Supplementary Materials
Data Availability Statement
Raw reads for all species are available on the European Nucleotide Archive (ENA; https://www.ebi.ac.uk/). F. americana is under the study PRJEB47186 and raw reads are sample accessions SAMEA9806828, SAMEA9806917, and SAMEA9806918. F. nigra is under the study PRJEB47212 and raw reads are sample accessions SAMEA9816504, SAMEA9816505, and SAMEA9816506. F. pennsylvanica is under the study PRJEB47234 and raw reads are sample accessions SAMEA9816501, SAMEA9816502, and SAMEA9816503. All assembly assembly versions generated in this study are available on the Comparative Genomics (CoGe) online platform (https://genomevolution.org/coge/).

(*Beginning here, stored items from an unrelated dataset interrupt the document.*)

def individuals_limits(values: Sequence[float]) -> tuple[float, float, float, float] | None:
    r"""Shewhart individuals control chart: centre line and 3-sigma limits.

    .. math::

        \hat\sigma = \frac{\overline{MR}}{d_2}, \quad d_2 = 1.128, \qquad
        UCL, LCL = \bar x \pm 3\hat\sigma

    with :math:`\overline{MR}` the mean moving range of successive values (in
    manifest order). Returns ``(centre, lcl, ucl, sigma)`` in the values'
    unit, or None for fewer than two values.

    References
    ----------
    Montgomery, D. C. (2009). Introduction to Statistical Quality Control,
    6th ed., Wiley, section 6.4 (control charts for individual measurements);
    d2 = 1.128 for subgroups of two from its Appendix VI (from memory).
    """
    if len(values) < 2:
        return None
    mr = sum(abs(b - a) for a, b in zip(values[:-1], values[1:], strict=True)) / (len(values) - 1)
    sigma = mr / D2_MOVING_RANGE
    c = sum(values) / len(values)
    return c, c - 3 * sigma, c + 3 * sigma, sigma


@dataclass(frozen=True)
class Outlier:
    id: str
    index: int
    quantity: str  # "f0" or "q"
    value: float
    modified_z: float


@dataclass(frozen=True)
class BatchStats:
    """Counts and spread of a batch (f0 in Hz, Q dimensionless).

    ``pass_rate`` is passed items over all items (an item without a result
    has not passed). Means, standard deviations (n - 1), Cp/Cpk and the
    control limits are over the items that have a result (pass or fail).
    """

    n_items: int
    n_pass: int
    n_fail: int
    n_error: int
    pass_rate: float
    f0_mean_hz: float | None
    f0_std_hz: float | None
    f0_min_hz: float | None
    f0_max_hz: float | None
    q_mean: float | None
    q_std: float | None
    q_min: float | None
    q_max: float | None
    cp: float | None
    cpk: float | None
    control_centre_hz: float | None
    control_lcl_hz: float | None
    control_ucl_hz: float | None
    control_sigma_hz: float | None
    outliers: tuple[Outlier, ...] = ()

    @property
    def n_analyzed(self) -> int:
        return self.n_pass + self.n_fail

    def to_dict(self) -> dict[str, Any]:
        d = asdict(self)
        d["outliers"] = [asdict(o) for o in self.outliers]
        d["n_analyzed"] = self.n_analyzed
        return d
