import { json } from '@sveltejs/kit';
import { app } from '$lib/server/app/app';
import { publishCheckpoint } from '$lib/server/ledger/ledger-checkpoint';
import type { RequestHandler } from './$types';

/** Public: the ledger's signed checkpoint now (entries, head hash, time, key id, signature). */
export const GET: RequestHandler = async () => {
	const { database } = await app();
	return json(await publishCheckpoint(database));
};
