def test_internal_error_is_not_decided_not_a_pass(tmp_path: Path) -> None:
    """A 1,500-deep chain of definitions stops the model reader (recursion)."""
    chain = ["plant deep", "state x in -1 .. 1", "input u", "let a0 = x"]
    chain += [f"let a{i} = sin(a{i - 1})" for i in range(1, 1500)]
    chain += ["rate x = a1499 + u", "output y = x", "expect regular"]
    (tmp_path / "deep.plant").write_text("\n".join(chain) + "\n", encoding="utf-8")
    run = cli(tmp_path, "check", "--no-cache", "--format", "json", "deep.plant")
    assert run.code == 1 and "Traceback" not in run.stderr
    (file,) = run.json()["files"]
    assert file["outcome"] == "not-decided" and file["stop"]["kind"] == "internal-error"
    assert file["plant"] == "deep"
    incomplete, claim = file["findings"]
    assert incomplete["rule"] == "analysis-incomplete"
    assert "could not be checked: the analysis stopped by an internal error" in incomplete["message"]
    # the model was never read: its claim is still named, as not decided
    assert claim["rule"] == "expectation-failed" and claim["decided"] is False
    assert claim["message"].startswith("`expect regular` not decided: the analysis stopped by an internal error")


def test_values_too_large_for_the_balls_are_not_decided_in_every_format(tmp_path: Path) -> None:
    """cosh(1e300*v) is defined for every v (a huge real number), so the model has no
    error; the balls cannot hold its values, so nothing can be analysed: the run is not
    decided, in the JSON (a stop of kind "values", valid against the schema) and in SARIF."""
    (tmp_path / "big.plant").write_text(
        "plant big\nstate v in -1 .. 1\ninput u in -1 .. 1\nrate v = -v + u*cosh(1e300*v)\noutput y = v\n"
        "expect relative_degree(y) = 1\n", encoding="utf-8")
    run = cli(tmp_path, "check", "--no-cache", "--format", "json", "big.plant")
    assert run.code == 1 and "Traceback" not in run.stderr
    report = run.json()
    jsonschema.validate(report, report_schema())
    (file,) = report["files"]
    assert file["outcome"] == "not-decided" and file["stop"]["kind"] == "values"
    assert [f["rule"] for f in file["findings"]] == ["analysis-incomplete", "expectation-failed"]
    assert all(f["decided"] is False for f in file["findings"])
    assert "the balls cannot tell whether it is undefined there" in file["findings"][0]["message"]
    sarif = cli(tmp_path, "check", "--no-cache", "--format", "sarif", "big.plant")
    assert sarif.code == 1
    data = sarif.json()
    jsonschema.validate(data, json.loads(SARIF_SCHEMA.read_text(encoding="utf-8")))
    (run_,) = data["runs"]
    # OASIS SARIF 2.1.0: 3.20.14 executionSuccessful, 3.27.9 kind "open" with level "none"
    assert run_["invocations"][0]["executionSuccessful"] is False
    assert all((r["kind"], r["level"]) == ("open", "none") for r in run_["results"])


@pytest.mark.parametrize("settings", [("--only", "unused-name"), ("--skip", "syntax"), ("--skip", "syntax,unknown-name")])
def test_a_model_whose_errors_are_left_out_of_the_report_is_not_a_pass(tmp_path: Path, settings: tuple[str, ...]) -> None:
    """A syntax error keeps the analysis from running: a selection that leaves the error
    out of the report must not turn "nothing was checked" into a pass."""
    (tmp_path / "lift.plant").write_text(LIFT.format(degree=2) + "rate = = (\n", encoding="utf-8")
    run = cli(tmp_path, "check", "--no-cache", "--format", "json", *settings, "lift.plant")
    assert run.code == 1, run.stdout
    (file,) = run.json()["files"]
    assert file["findings"] == [] and file["outcome"] == "not-decided"
    assert file["stop"] == {"kind": "blocked", "stage": None, "completed": [], "detail": file["stop"]["detail"]}
    assert "has errors that stop it (syntax at line" in file["stop"]["detail"]
    jsonschema.validate(run.json(), report_schema())


def test_a_model_whose_errors_are_re_graded_is_not_a_pass(tmp_path: Path) -> None:
    (tmp_path / "lift.plant").write_text(LIFT.format(degree=2) + "rate = = (\n", encoding="utf-8")
    (tmp_path / "plantlint.toml").write_text(
        '[severity.syntax]\nlevel = "note"\nreason = "a test of re-grading (invented)"\n', encoding="utf-8")
    run = cli(tmp_path, "check", "--no-cache", "--format", "lines", "lift.plant")
    assert run.code == 1, run.stdout
    assert "note: unexpected '='" in run.stdout and "lift.plant: error: could not be checked" in run.stdout
    # re-graded, but still at or above the run's fail level: shown and failing, not a stop
    run = cli(tmp_path, "check", "--no-cache", "--format", "json", "--fail-on", "note", "lift.plant")
    assert run.code == 1
    (file,) = run.json()["files"]
    assert file["stop"] is None and file["outcome"] == "defect"
    # shown and failing as usual, the same model is a defect, not a stop
    (tmp_path / "plantlint.toml").unlink()
    plain = cli(tmp_path, "check", "--no-cache", "--format", "json", "lift.plant")
    assert plain.code == 1
    (file,) = plain.json()["files"]
    assert file["stop"] is None and file["outcome"] == "defect" and [f["rule"] for f in file["findings"]] == ["syntax"]
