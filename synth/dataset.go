package synth

import (
	"bufio"
	"encoding/csv"
	"fmt"
	"image"
	"image/png"
	"os"
	"path/filepath"
	"strconv"
)

// SceneSeed derives the seed of scene i of a dataset from the dataset seed
// (SplitMix64 finaliser), so neighbouring datasets do not share scenes.
func SceneSeed(base uint64, i int) uint64 {
	z := base + uint64(i+1)*0x9e3779b97f4a7c15
	z = (z ^ (z >> 30)) * 0xbf58476d1ce4e5b9
	z = (z ^ (z >> 27)) * 0x94d049bb133111eb
	return z ^ (z >> 31)
}

// WriteDataset writes n scenes under dir:
//
//	images/ID.png               the RGB image
//	masks/ID.png                the lesion mask (8-bit grey, 0 or 255)
//	artefacts/NAME/ID.png       one mask per artefact present
//	manifest.csv                id,image,mask,label,artifact:NAME...
//
// Paths in the manifest are relative to dir; an artifact:NAME cell holds the
// mask path when the artefact is present and is empty otherwise. IDs are
// "syn" followed by a zero-padded index. Scene i uses SceneSeed(opts.Seed, i).
func WriteDataset(dir string, n int, opts Options) error {
	if n < 0 {
		return fmt.Errorf("synth: negative scene count %d", n)
	}
	rates := opts.Rates
	if rates == nil {
		rates = DefaultRates()
	}
	var names []string
	for _, nm := range Names() {
		if _, ok := rates[nm]; ok {
			names = append(names, nm)
		}
	}
	for _, sub := range []string{"images", "masks"} {
		if err := os.MkdirAll(filepath.Join(dir, sub), 0o755); err != nil {
			return err
		}
	}
	for _, nm := range names {
		if err := os.MkdirAll(filepath.Join(dir, "artefacts", nm), 0o755); err != nil {
			return err
		}
	}
	f, err := os.Create(filepath.Join(dir, "manifest.csv"))
	if err != nil {
		return err
	}
	defer f.Close()
	bw := bufio.NewWriter(f)
	w := csv.NewWriter(bw)
	head := []string{"id", "image", "mask", "label"}
	for _, nm := range names {
		head = append(head, "artifact:"+nm)
	}
	if err := w.Write(head); err != nil {
		return err
	}
	o := opts
	o.Rates = rates
	for i := 0; i < n; i++ {
		sc, err := Generate(SceneSeed(opts.Seed, i), o)
		if err != nil {
			return err
		}
		id := fmt.Sprintf("syn%05d", i)
		img := "images/" + id + ".png"
		msk := "masks/" + id + ".png"
		if err := writePNG(filepath.Join(dir, img), sc.Image); err != nil {
			return err
		}
		if err := writePNG(filepath.Join(dir, msk), MaskImage(sc.Lesion, sc.Image.Rect.Dx(), sc.Image.Rect.Dy())); err != nil {
			return err
		}
		row := []string{id, img, msk, strconv.Itoa(sc.Label)}
		for _, nm := range names {
			m, ok := sc.Artefacts[nm]
			if !ok {
				row = append(row, "")
				continue
			}
			p := "artefacts/" + nm + "/" + id + ".png"
			if err := writePNG(filepath.Join(dir, p), MaskImage(m, sc.Image.Rect.Dx(), sc.Image.Rect.Dy())); err != nil {
				return err
			}
			row = append(row, p)
		}
		if err := w.Write(row); err != nil {
			return err
		}
	}
	w.Flush()
	if err := w.Error(); err != nil {
		return err
	}
	if err := bw.Flush(); err != nil {
		return err
	}
	return f.Close()
}

// MaskImage renders a boolean mask as an 8-bit grey image, 255 where true.
func MaskImage(m []bool, w, h int) *image.Gray {
	g := image.NewGray(image.Rect(0, 0, w, h))
	for i, v := range m {
		if v {
			g.Pix[i] = 255
		}
	}
	return g
}

func writePNG(path string, img image.Image) error {
	f, err := os.Create(path)
	if err != nil {
		return err
	}
	if err := png.Encode(f, img); err != nil {
		f.Close()
		return fmt.Errorf("synth: encode %s: %w", path, err)
	}
	return f.Close()
}
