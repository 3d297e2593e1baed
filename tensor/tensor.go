// Package tensor holds the plain dense tensor type shared by the ONNX decoder,
// the runtime and the attribution methods.
//
// A Tensor is row-major (C order). Image batches are NCHW unless a caller says
// otherwise. Float data lives in F32; integer and boolean data (ONNX INT64,
// INT32, INT8, UINT8, BOOL, ...) live in I64, booleans as 0 or 1. Exactly one
// of the two slices is used, chosen by DType.
package tensor

import (
	"fmt"
	"strings"
)

// DType is the element type of a Tensor.
type DType uint8

const (
	Float32 DType = iota + 1
	Int64
	Bool
)

func (d DType) String() string {
	switch d {
	case Float32:
		return "float32"
	case Int64:
		return "int64"
	case Bool:
		return "bool"
	}
	return fmt.Sprintf("dtype(%d)", uint8(d))
}

// Tensor is a dense row-major array.
type Tensor struct {
	DType DType
	Shape []int
	F32   []float32 // used when DType == Float32
	I64   []int64   // used when DType == Int64 or Bool
}

// New returns a zero float32 tensor of the given shape.
func New(shape ...int) *Tensor {
	return &Tensor{DType: Float32, Shape: append([]int(nil), shape...), F32: make([]float32, Numel(shape))}
}

// NewInt64 returns a zero int64 tensor of the given shape.
func NewInt64(shape ...int) *Tensor {
	return &Tensor{DType: Int64, Shape: append([]int(nil), shape...), I64: make([]int64, Numel(shape))}
}

// FromFloat32 wraps data (not copied) as a float32 tensor. It panics if the
// length does not match the shape, which is a programming error.
func FromFloat32(data []float32, shape ...int) *Tensor {
	if len(data) != Numel(shape) {
		panic(fmt.Sprintf("tensor: %d values for shape %v", len(data), shape))
	}
	return &Tensor{DType: Float32, Shape: append([]int(nil), shape...), F32: data}
}

// FromInt64 wraps data (not copied) as an int64 tensor.
func FromInt64(data []int64, shape ...int) *Tensor {
	if len(data) != Numel(shape) {
		panic(fmt.Sprintf("tensor: %d values for shape %v", len(data), shape))
	}
	return &Tensor{DType: Int64, Shape: append([]int(nil), shape...), I64: data}
}

// Numel is the number of elements of a shape; a scalar (empty shape) has one.
func Numel(shape []int) int {
	n := 1
	for _, d := range shape {
		n *= d
	}
	return n
}

// Len is the number of elements of t.
func (t *Tensor) Len() int { return Numel(t.Shape) }

// Clone returns a deep copy.
func (t *Tensor) Clone() *Tensor {
	c := &Tensor{DType: t.DType, Shape: append([]int(nil), t.Shape...)}
	if t.F32 != nil {
		c.F32 = append([]float32(nil), t.F32...)
	}
	if t.I64 != nil {
		c.I64 = append([]int64(nil), t.I64...)
	}
	return c
}

// String gives dtype and shape, e.g. "float32[1 3 224 224]".
func (t *Tensor) String() string {
	parts := make([]string, len(t.Shape))
	for i, d := range t.Shape {
		parts[i] = fmt.Sprint(d)
	}
	return t.DType.String() + "[" + strings.Join(parts, " ") + "]"
}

Initial Flye assemblies: F. americana v0.0 id66026, F. nigra v0.0 id66025, F. pennsylvanica v0.0 id66056; haploid-purged assemblies: F. americana v1 id66137, F. nigra v1 id66022, F. pennsylvanica v1 id66055; RagTag assemblies: F. americana v1Ragtag id66030, F. nigra v1Ragtag id66053, F. pennsylvanica v1Ragtag id66057; Reannotated Huff et al.17 assemblies: F. americana v0.2.1 id66014, F. nigra v0.2.1 id66015, F. pennsylvanica v1.4.1 id66054; Reannotated Forsythia suspensa v1.1 id66036; Reannotated Osmanthus fragrans v1.1 id66037. Genome assemblies, annotations, and source data for figures are available on Dryad (10.5061/dryad.7sqv9s4xh).